Fundamental Scaling Limit in Critical Quantum Metrology

TL;DR

This paper establishes a fundamental time-dependent scaling limit in critical quantum metrology, linking the quantum Fisher information's exponential growth to the system's topological winding number, even under dissipation.

Contribution

It introduces a fundamental scaling bound based on the winding number and constructs a control scheme to achieve optimal exponential scaling in critical quantum metrology.

Findings

Quantum Fisher information can scale exponentially with time.

Winding number determines the scaling bound.

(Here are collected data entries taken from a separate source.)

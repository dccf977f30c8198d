//! Perturbation series of one level.
//!
//! In: a [`Model`](crate::model::Model) and the number of the level, counted
//! as the spec language says. Out: a [`Level`]: E0 to E4 (E5 by the 2n+1
//! rule), their uncertainty, the zeros that a symmetry proves, contributions,
//! mixing and the zeroth- and first-order states.
//!
//! Method: the wave operator of the model space (one level, a degenerate set,
//! or a pair) to second order by reduced-resolvent solves, then the Ritz
//! pencil of the corrected states, whose eigenvalues are right to fifth order.
//!
//! Not here: files, languages, ranges.

mod continued;
mod effective;
mod level;
mod overlap;
mod pair;
mod product;
#[cfg(test)]
mod published;
mod reduce;
mod share;
#[cfg(test)]
mod trial;

use std::rc::Rc;

pub use continued::continued;
pub use level::{coefficients, level, solve};
pub use overlap::{OverlapSeries, overlap, points, squared_overlap, wave};
pub use pair::{pair, pair_of};

use level::SAFETY;

use crate::model::{C64, Model};
use crate::pencil::{Scalar, State};

/// One state's part in a second-order coefficient, model units.
#[derive(Clone, Debug, PartialEq)]
pub struct Contribution {
    /// Number of the other level in its block; `None` for the part of `H_2` itself.
    pub level: Option<usize>,
    /// Its energy at the operating point.
    pub energy: f64,
    /// Its share of the whole sum.
    pub share: f64,
    /// Its l and its number among the levels of that l, for shells where each has one.
    pub channel: Option<(usize, usize)>,
}

/// First-order amplitude of another level per control unit.
#[derive(Clone, Debug, PartialEq)]
pub struct Mixing {
    /// Number of the other level in its block.
    pub level: usize,
    /// Its energy at the operating point.
    pub energy: f64,
    /// The amplitude, signed where the model defines the sign of a state, else its modulus.
    pub coefficient: f64,
    /// Its l and its number among the levels of that l, for shells where each has one.
    pub channel: Option<(usize, usize)>,
}

/// The series of one level at one refinement.
#[derive(Clone)]
pub struct Level<T: Scalar> {
    /// The model it belongs to.
    pub model: Rc<dyn Model<T>>,
    /// Number in its block, from 1, just above the operating point.
    pub number: usize,
    /// E0 to E5; unit: model energy per control unit to the k.
    pub energies: [f64; 6],
    /// Estimated error of each at this refinement (residuals, disagreement of
    /// the two ways of summing), already times 4; the change with
    /// refinement is added by the caller, who has two of them.
    pub uncertainty: [f64; 6],
    /// Why a coefficient is exactly zero, where a symmetry proves it.
    pub zero: [Option<String>; 6],
    /// Largest single term summed for each coefficient, by which cancellation is judged.
    pub largest_term: [f64; 6],
    /// Zeroth-order state, right combination of its degenerate set.
    pub state: State<T>,
    /// First- and second-order states, orthogonal to the model space.
    pub corrections: [State<T>; 2],
    /// Numbers of all levels degenerate with this one at the operating point, itself included.
    pub set: Vec<usize>,
    /// Zeroth-order states of that set, in order of `set`.
    pub set_states: Vec<State<T>>,
    /// Contributions to E2, by falling |share|.
    pub contributions: Vec<Contribution>,
    /// First-order mixing, by falling |coefficient|.
    pub mixing: Vec<Mixing>,
    /// Energies of the first twelve levels of the block.
    pub levels: Vec<f64>,
    /// Remarks: `degenerate`, `cancellation`, ...
    pub notes: Vec<crate::outcome::Note>,
}

/// A level of a real or a complex model.
#[derive(Clone)]
pub enum AnyLevel {
    /// Real symmetric.
    Real(Box<Level<f64>>),
    /// Complex Hermitian.
    Complex(Box<Level<C64>>),
}

/// Series of the mean and the squared half gap of two levels.
#[derive(Clone, Debug, PartialEq)]
pub struct PairSeries {
    /// Numbers of both levels, the asked one first.
    pub numbers: [usize; 2],
    /// Powers 0 to 4 of (En + Ep)/2.
    pub mean: [f64; 5],
    /// Powers 0 to 4 of ((En - Ep)/2)^2.
    pub half_gap_squared: [f64; 5],
    /// +1 if the asked level is the upper one just above the operating point, else -1.
    pub sign: f64,
    /// Estimated errors of `mean`, times 4.
    pub mean_uncertainty: [f64; 5],
    /// Estimated errors of `half_gap_squared`, times 4.
    pub half_gap_squared_uncertainty: [f64; 5],
}

/// Runs one expression on the level inside an [`AnyLevel`], whatever its field.
#[macro_export]
macro_rules! with_level {
    ($any:expr, $level:ident => $body:expr) => {
        match $any {
            $crate::series::AnyLevel::Real($level) => $body,
            $crate::series::AnyLevel::Complex($level) => $body,
        }
    };
}

impl AnyLevel {
    /// Number in its block, from 1.
    #[must_use]
    pub fn number(&self) -> usize {
        with_level!(self, level => level.number)
    }

    /// E0 to E5, model units.
    #[must_use]
    pub fn energies(&self) -> &[f64; 6] {
        with_level!(self, level => &level.energies)
    }

    /// Their uncertainty at this refinement.
    #[must_use]
    pub fn uncertainty(&self) -> &[f64; 6] {
        with_level!(self, level => &level.uncertainty)
    }

    /// Why coefficients are exactly zero.
    #[must_use]
    pub fn zero(&self) -> &[Option<String>; 6] {
        with_level!(self, level => &level.zero)
    }

    /// Largest single term summed for each coefficient.
    #[must_use]
    pub fn largest_term(&self) -> &[f64; 6] {
        with_level!(self, level => &level.largest_term)
    }

    /// Contributions to E2.
    #[must_use]
    pub fn contributions(&self) -> &[Contribution] {
        with_level!(self, level => &level.contributions)
    }

    /// First-order mixing.
    #[must_use]
    pub fn mixing(&self) -> &[Mixing] {
        with_level!(self, level => &level.mixing)
    }

    /// Energies of the first twelve levels of the block.
    #[must_use]
    pub fn levels(&self) -> &[f64] {
        with_level!(self, level => &level.levels)
    }

    /// Remarks.
    #[must_use]
    pub fn notes(&self) -> &[crate::outcome::Note] {
        with_level!(self, level => &level.notes)
    }
}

Exponential scaling persists without reaching criticality or with thermal dissipation.

Abstract

Critical quantum metrology aims to harness critical properties near quantum phase transitions to enhance parameter estimation precision. However, critical slowing down inherently limits the achievable precision within a finite evolution time. To address this challenge, we establish a fundamental scaling limit of critical quantum metrology with respect to the total evolution time. We find that the winding number of the system's phase space trajectory determines the scaling bound of quantum Fisher information. Furthermore, we demonstrate that the exponential scaling of the quantum Fisher information can be obtained, and for this, it is necessary to increase the winding number by the total evolution time. We explicitly construct a time-dependent control to achieve optimal scaling from a simple on-off scheme depending on the system's phase and discuss its topological nature. We highlight that such an exponential scaling of quantum Fisher information remains valid even without reaching the critical point and in the presence of thermal dissipation, albeit with a decreased exponent.